@Ionus,
accepted that the flood part was/could be far older. why i was skeptical about Gilgamesh being taken from another source, is that Gilgamesh was the king of the earliest known settlement/city - Uruk. So which ever people (most likely the sumerians themselves b4 they started living in cities) wrote the earlier version was not a urbanized lot. Yes the flood myth is common to almost all ancient cultures.
very interesting about the basis of the 7 days. i knew the sumerians introduced the 360 day calendar and also the 360 degrees in a circle, but did not know that the 7 days came from their observation of 7 entities of the solar system. But is that is true, then they have had an even greater influence on the hebrew bible, for much of the bible and even the very history of the jews is based on 7's or a multiple thereof.
that's all i was trying to say - that the bible version of 10 commandments came from the book of Ani ("egyptian book of the dead"). it is entirely possible that the said book itself was taken from another proto-egyptian source, just as you say the Gilgamesh epic was. But even monotheism was not an original concept of the jews - the first known monotheistic religion was Aten-ism - again an egyptian construct.
that could well be true about the concept of paradise - that they had something similar going. none the less the particular concept of Paradiese in its present form comes from the persians. Many parts of the babylonian talmud as well.

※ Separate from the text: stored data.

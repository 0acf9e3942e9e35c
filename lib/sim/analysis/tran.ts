/**
 * Transient analysis: trapezoidal integration of every charge/flux (companion models, REFERENCES §2.2), with
 * local-truncation-error step control from divided differences of the charges (Nagel 1975, ERL-M520; Pillage, Rohrer
 * & Visweswariah 1995 — REFERENCES §2.3), breakpoints at every wave corner and switch event, and one backward-Euler
 * step after each breakpoint (a slope discontinuity would otherwise excite trapezoidal ringing).
 */
import { type Circuit, MODE_DC, MODE_TRAN } from "../circuit";
import { Capacitor } from "../elements/linear";
import { SimError } from "../errors";
import type { TranResult } from "../results";
import { checkBudget, newton, solveDc, worstName } from "./newton";

/**
 * Slope breaks. The trapezoidal error estimate h³·q'''/12 assumes a smooth charge; when a junction turns on or off
 * inside a step, the current's slope breaks there, the rule's error is a large fraction of the predictor difference
 * the estimate is built from, and the estimate falls short several-fold (measured: 4× on an emitter follower whose
 * transistor cuts off each period). A step whose third-derivative estimate jumps above KINK_RATIO × the charge's
 * recent level (the largest of the last estimates, each step's weight × KINK_DECAY) is treated as a break and held to
 * KINK_TOLERANCE × the usual tolerance. Ringing does not trip it: its level stays up between the zeros of q'''.
 */
const KINK_RATIO = 4;
const KINK_DECAY = 0.8;
const KINK_TOLERANCE = 0.1;

/** Growable columns for the accepted points. */
class Columns {
  cap = 256;
  len = 0;
  data: Float64Array[];
  constructor(readonly width: number) {
    this.data = Array.from({ length: width }, () => new Float64Array(this.cap));
  }
  grow(): void {
    this.cap *= 2;
    this.data = this.data.map((d) => { const n = new Float64Array(this.cap); n.set(d); return n; });
  }
}

export interface TranParams { tStop: number; tStep: number | null; maxStep: number | null; start: "op" | "ic" }

export function runTran(c: Circuit, a: TranParams, onProgress?: (f: number) => void): TranResult {
  const { tStop } = a;
  const tStep = a.tStep ?? tStop / 1000;
  // Accuracy defaults, unless the caller sets maxStep (and with it the step budget, as the design layer does):
  // - the output step bounds the internal step (the classic TMAX default, min(tStep, tStop/50)): the truncation-error
  //   control alone lets the step grow over the peaks of a drive that no charge sees (a sine through a diode into a
  //   resistor), and its tolerance is relative, so coarse steps add up to visible errors;
  // - slope breaks (a junction turning on or off within a step) get a tighter truncation-error tolerance (KINK_*).
  // Periodic sources bound the step in both cases (their maxStepAt).
  const accuracyDefaults = a.maxStep === null;
  const maxStep = Math.min(a.maxStep ?? Math.min(tStep, tStop / 50), tStop);
  const hmin = tStop * 1e-13;
  const { reltol, abstol, trtol } = c.tol;
  const chgtol = 1e-14;
  const els = c.elements;
  const nUser = c.userNodeNames.length;

  c.useWaves = true;
  c.time = 0;
  c.x.fill(0);
  if (a.start === "op") {
    solveDc(c, "the transient's initial operating point");
  } else {
    c.strictSingular = true; // a singular matrix at the first step is the circuit's fault
    for (const el of els) if (el instanceof Capacitor) {
      const [i, v] = el.icNode(c);
      if (i >= 0) c.x[i] = v;
    }
  }
  for (const el of els) el.initState(c, a.start === "ic");
  c.q2.set(c.q1); c.q3.set(c.q1);
  c.i0.set(c.i1); c.q0.set(c.q1);

  // breakpoints
  const bpList: number[] = [];
  for (const el of els) el.breakpoints(tStop, bpList);
  bpList.push(tStop);
  bpList.sort((p, q) => p - q);
  const bps: number[] = [];
  for (const t of bpList) if (t > hmin && (bps.length === 0 || t - bps[bps.length - 1] > hmin)) bps.push(t);
  let bpIdx = 0;

  const nCur = els.length;
  const cols = new Columns(1 + nUser + nCur);
  const record = (t: number) => {
    if (cols.len === cols.cap) cols.grow();
    const k = cols.len++;
    const d = cols.data;
    d[0][k] = t;
    for (let i = 0; i < nUser; i++) d[1 + i][k] = c.x[i];
    for (let e = 0; e < nCur; e++) d[1 + nUser + e][k] = els[e].current(c);
  };
  c.mode = MODE_DC;
  record(0);

  const xAcc = new Float64Array(c.x.length);
  let t = 0;
  let tm1 = 0, tm2 = 0; // earlier accepted times
  let history = 0; // accepted steps so far (for the truncation-error estimate)
  // The first two steps have no history for a truncation-error estimate: they start small (a tenth of the bounds,
  // a hundredth with the accuracy defaults, where the periodic sources' bounds count too) and double from there.
  let h = Math.min(tStep, maxStep, bps[0]) / 10;
  if (accuracyDefaults) {
    for (let e = 0; e < els.length; e++) h = Math.min(h, els[e].maxStepAt(0) / 10);
    h /= 10;
  }
  let order = 1;
  let accepted = 0, rejected = 0;
  const startIter = c.newtonIterations;
  const maxNewtonTran = Math.max(20, Math.min(c.tol.maxNewton, 50));
  const nState = c.nState;
  // slope-break detection (accuracy defaults only): per charge, the recent level of the third-derivative estimate
  const kinkRatio = accuracyDefaults ? KINK_RATIO : Infinity;
  const d3Level = new Float64Array(nState).fill(Infinity);
  const d3New = new Float64Array(nState);

  while (t < tStop - hmin) {
    if (accepted + rejected >= c.tol.maxSteps) {
      throw new SimError("budget", `Transient step budget (${c.tol.maxSteps} steps) exhausted at t = ${t.toPrecision(6)} s`);
    }
    if (((accepted + rejected) & 31) === 0) {
      checkBudget(c);
      if (c.shouldStop?.()) throw new SimError("cancelled", "Simulation cancelled");
      onProgress?.(t / tStop);
    }
    const nextBp = bps[bpIdx];
    let hmax = maxStep;
    for (let e = 0; e < els.length; e++) { const m = els[e].maxStepAt(t); if (m < hmax) hmax = m; }
    if (h > hmax) h = hmax;
    let hitBp = false;
    if (t + h >= nextBp - hmin) { h = nextBp - t; hitBp = true; }
    else if (t + 1.8 * h > nextBp) { h = (nextBp - t) / 2; } // avoid a sliver step before the breakpoint

    const tn = hitBp ? nextBp : t + h;
    c.time = tn;
    c.mode = MODE_TRAN;
    if (order === 1) { c.ag0 = 1 / h; c.trap = 0; } else { c.ag0 = 2 / h; c.trap = 1; }
    xAcc.set(c.x);
    if (!newton(c, maxNewtonTran)) {
      c.x.set(xAcc);
      rejected++;
      h /= 8;
      order = 1;
      if (h < hmin) {
        throw new SimError(
          "convergence",
          `Transient did not converge at t = ${t.toPrecision(6)} s at ${worstName(c)} (Newton failed with the step cut down to ${h.toExponential(2)} s)`,
        );
      }
      continue;
    }

    // truncation error → proposed next step
    let hNew = Infinity;
    if (history >= 2) {
      const t0 = tn, t1 = t, t2 = tm1, t3 = tm2;
      for (let s = 0; s < nState; s++) {
        const q0 = c.q0[s], q1 = c.q1[s], q2 = c.q2[s];
        const d10 = (q0 - q1) / (t0 - t1), d11 = (q1 - q2) / (t1 - t2);
        const d20 = (d10 - d11) / (t0 - t2);
        const tol = Math.max(
          abstol + reltol * Math.max(Math.abs(c.i0[s]), Math.abs(c.i1[s])),
          (reltol * Math.max(Math.abs(q0), Math.abs(q1), chgtol)) / h,
        );
        let hs: number;
        if (order === 1 || history < 3) {
          const q2nd = Math.abs(2 * d20);
          if (q2nd === 0) continue;
          hs = (2 * trtol * tol) / q2nd;
        } else {
          const d12 = (q2 - c.q3[s]) / (t2 - t3);
          const d21 = (d11 - d12) / (t1 - t3);
          const q3rd = Math.abs(6 * (d20 - d21) / (t0 - t3));
          d3New[s] = q3rd;
          if (q3rd === 0) continue;
          const k = q3rd > kinkRatio * d3Level[s] ? KINK_TOLERANCE : 1;
          hs = Math.sqrt((12 * trtol * tol * k) / q3rd);
        }
        if (hs < hNew) hNew = hs;
      }
      if (hNew < 0.9 * h && h > 2 * hmin) {
        c.x.set(xAcc);
        rejected++;
        h = Math.max(hNew, h / 8);
        continue;
      }
    }

    // accept
    accepted++;
    history++;
    tm2 = tm1; tm1 = t; t = tn;
    c.q3.set(c.q2); c.q2.set(c.q1); c.q1.set(c.q0); c.i1.set(c.i0);
    if (order === 2 && history >= 4) {
      for (let s = 0; s < nState; s++) { const l = d3Level[s]; d3Level[s] = l === Infinity ? d3New[s] : Math.max(d3New[s], KINK_DECAY * l); }
    } else d3Level.fill(Infinity); // after a breakpoint the level starts again from the first trapezoidal step
    record(t);
    const hPrev = h;
    if (hitBp) {
      bpIdx++;
      order = 1;
      const gap = bpIdx < bps.length ? bps[bpIdx] - t : maxStep;
      h = Math.min(hNew, 2 * hPrev, 0.1 * gap, tStep);
    } else {
      order = 2;
      h = Math.min(hNew, 2 * hPrev);
    }
    if (h < hmin) h = hmin * 2;
  }
  onProgress?.(1);
  const len = cols.len;
  const time = cols.data[0].slice(0, len);
  const nodes: Record<string, Float64Array> = {};
  for (let i = 0; i < nUser; i++) nodes[c.userNodeNames[i]] = cols.data[1 + i].slice(0, len);
  const currents: Record<string, Float64Array> = {};
  for (let e = 0; e < nCur; e++) currents[els[e].name] = cols.data[1 + nUser + e].slice(0, len);
  return { kind: "tran", time, nodes, currents, stats: { accepted, rejected, newtonIterations: c.newtonIterations - startIter } };
}
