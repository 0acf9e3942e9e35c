import { afterAll, beforeAll, describe, expect, it } from "vitest";
import type { Browser, Page } from "playwright-core";
import { launch } from "./browser";
import { openScenario } from "./auth";

/**
 * An unstable closed loop reads as unstable wherever a margin is shown: with the valve demo's sense resistor at
 * 10 Ω (loop gain ×10) the loop gain encircles −1 and the linearised step grows (docs/references.md §4.3), so the
 * phase, gain and modulus margin cards all fail — a positive number on one of them is no margin — and the step plot
 * says the small-signal step grows instead of quoting an overshoot. The edit is a what-if, never saved.
 */
describe("an unstable loop in the workbench", () => {
  let browser: Browser;
  let page: Page;

  beforeAll(async () => {
    browser = await launch();
    page = await browser.newPage({ viewport: { width: 1440, height: 900 } });
    await openScenario(page, "viewer");
  });

  afterAll(async () => {
    await browser?.close();
  });

  const verdict = (id: string) => page.getByTestId(`metric-${id}`).locator("span.uppercase").textContent();

  it("every margin card fails and the small-signal step grows", async () => {
    const field = page.locator("#field-parts-senseResistor");
    await field.fill("10");
    await field.press("Enter");
    await page.getByTestId("small-signal-legend").filter({ hasText: "grows" }).waitFor({ timeout: 60_000 });
    await expect.poll(() => page.getByTestId("run-status").textContent(), { timeout: 60_000 }).not.toContain("simulating");
    expect(Number.parseFloat((await page.getByTestId("metric-phase-margin-value").textContent())!)).toBeLessThan(0);
    for (const m of ["phase-margin", "gain-margin", "modulus-margin"]) expect((await verdict(m))?.toLowerCase()).toBe("fail");
    expect(await page.getByTestId("metric-gain-margin").textContent()).toContain("unstable");
    expect(await page.getByTestId("metric-overshoot").textContent()).toContain("grows");
  });
});
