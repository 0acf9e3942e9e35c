import { describe, expect, it } from "vitest";
import { BASE_URL, dragAcross, open } from "./browser";
import { openScenario } from "./auth";
import { suitePage } from "./suite";

/**
 * Plots a practitioner can read: zoom with a box, pan, reset; two cursors and their differences; the step plot's
 * marks (10 %/90 %, peak, ±1 % band); the command drawn as current with its own toggle; only a template's own traces.
 */
describe("plots: zoom, pan, cursors, marks and traces", () => {
  const ui = suitePage((page) => openScenario(page, "designer"));

  const xRange = async (testId: string) => {
    const el = ui.page.getByTestId(testId);
    return { min: Number(await el.getAttribute("data-x-min")), max: Number(await el.getAttribute("data-x-max")) };
  };
  const overBox = async (testId: string) => (await ui.page.getByTestId(testId).locator(".u-over").boundingBox())!;

  for (const testId of ["uplot-step", "uplot-loop-mag", "uplot-loop-phase"]) {
    it(`${testId}: a dragged box zooms, Shift-drag pans, a double-click resets`, async () => {
      const full = await xRange(testId);
      expect(full.max).toBeGreaterThan(full.min);
      const b = await overBox(testId);
      await dragAcross(ui.page, b, [0.3, 0.3], [0.5, 0.7]);
      const zoomed = await xRange(testId);
      expect(zoomed.min).toBeGreaterThan(full.min);
      expect(zoomed.max).toBeLessThan(full.max);

      await dragAcross(ui.page, b, [0.5, 0.5], [0.7, 0.5], true);
      const panned = await xRange(testId);
      expect(panned.min).toBeLessThan(zoomed.min);

      await ui.page.mouse.dblclick(b.x + b.width * 0.5, b.y + b.height * 0.5);
      const reset = await xRange(testId);
      expect(reset.min).toBeCloseTo(full.min, 12);
      expect(reset.max).toBeCloseTo(full.max, 12);
    });
  }

  it("two cursors read out their values and differences: Δt and ΔI on the step, Δf with ΔdB and Δphase on the loop gain", async () => {
    for (const [testId, words] of [["uplot-step", ["Δt", "ΔI"]], ["uplot-loop-mag", ["Δf", "ΔdB"]], ["uplot-loop-phase", ["Δf", "Δphase"]]] as const) {
      const b = await overBox(testId);
      await ui.page.mouse.click(b.x + b.width * 0.25, b.y + b.height * 0.5);
      await ui.page.mouse.click(b.x + b.width * 0.6, b.y + b.height * 0.5);
      const delta = ui.page.getByTestId(`${testId}-delta`);
      await delta.waitFor();
      const text = (await delta.textContent()) ?? "";
      for (const w of words) expect(text).toContain(w);
      expect(await ui.page.getByTestId(`${testId}-cursors`).textContent()).toMatch(/A .*B /);
    }
  });

  it("the step plot marks the 10 %/90 % points, the peak and the ±1 % band, and draws the command as current with its own toggle", async () => {
    const fig = ui.page.getByTestId("plot-step");
    expect((await fig.getAttribute("data-marks"))?.split(" ")).toEqual(["10", "90", "peak", "band"]);
    expect(await fig.getAttribute("data-series")).toContain("Command as current");
    await ui.page.getByTestId("toggle-command-current").uncheck();
    await expect.poll(() => fig.getAttribute("data-series")).not.toContain("Command as current");
    await ui.page.getByTestId("toggle-command-current").check();
    await expect.poll(() => fig.getAttribute("data-series")).toContain("Command as current");
  });

  it("the Howland pump's step plot has no collector/drain trace", async () => {
    await open(ui.page, `${BASE_URL}/scenarios/new`);
    await ui.page.getByTestId("template-howland").click();
    await ui.page.getByTestId("new-draft").click();
    await ui.page.getByTestId("metric-phase-margin-value").filter({ hasNotText: "—" }).waitFor({ timeout: 60_000 });
    const series = (await ui.page.getByTestId("plot-step").getAttribute("data-series")) ?? "";
    expect(series).toContain("Load current");
    expect(series).not.toContain("Collector/drain");
    expect(await ui.page.getByTestId("plot-step").locator(".u-legend").textContent()).not.toContain("Collector/drain");
  });

  it("ran without page errors", () => {
    expect(ui.errors.filter((e) => !/Failed to load resource/.test(e))).toEqual([]);
  });
});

So in summary, it cannot be denied that the jews incorporated some religious beliefs of 3 civilizations (sumerian, egyptians, persians) that they came in contact with back to back and never really acknowledged the source and almost got away with passing them as their own original stuff. For example til the scrolls of the Enuma Elish were discovered the possibility of the 6/7 days creation story being a "lifted" one was never contemplated. btw, please read the enuma elish if possible - how marduk made the world.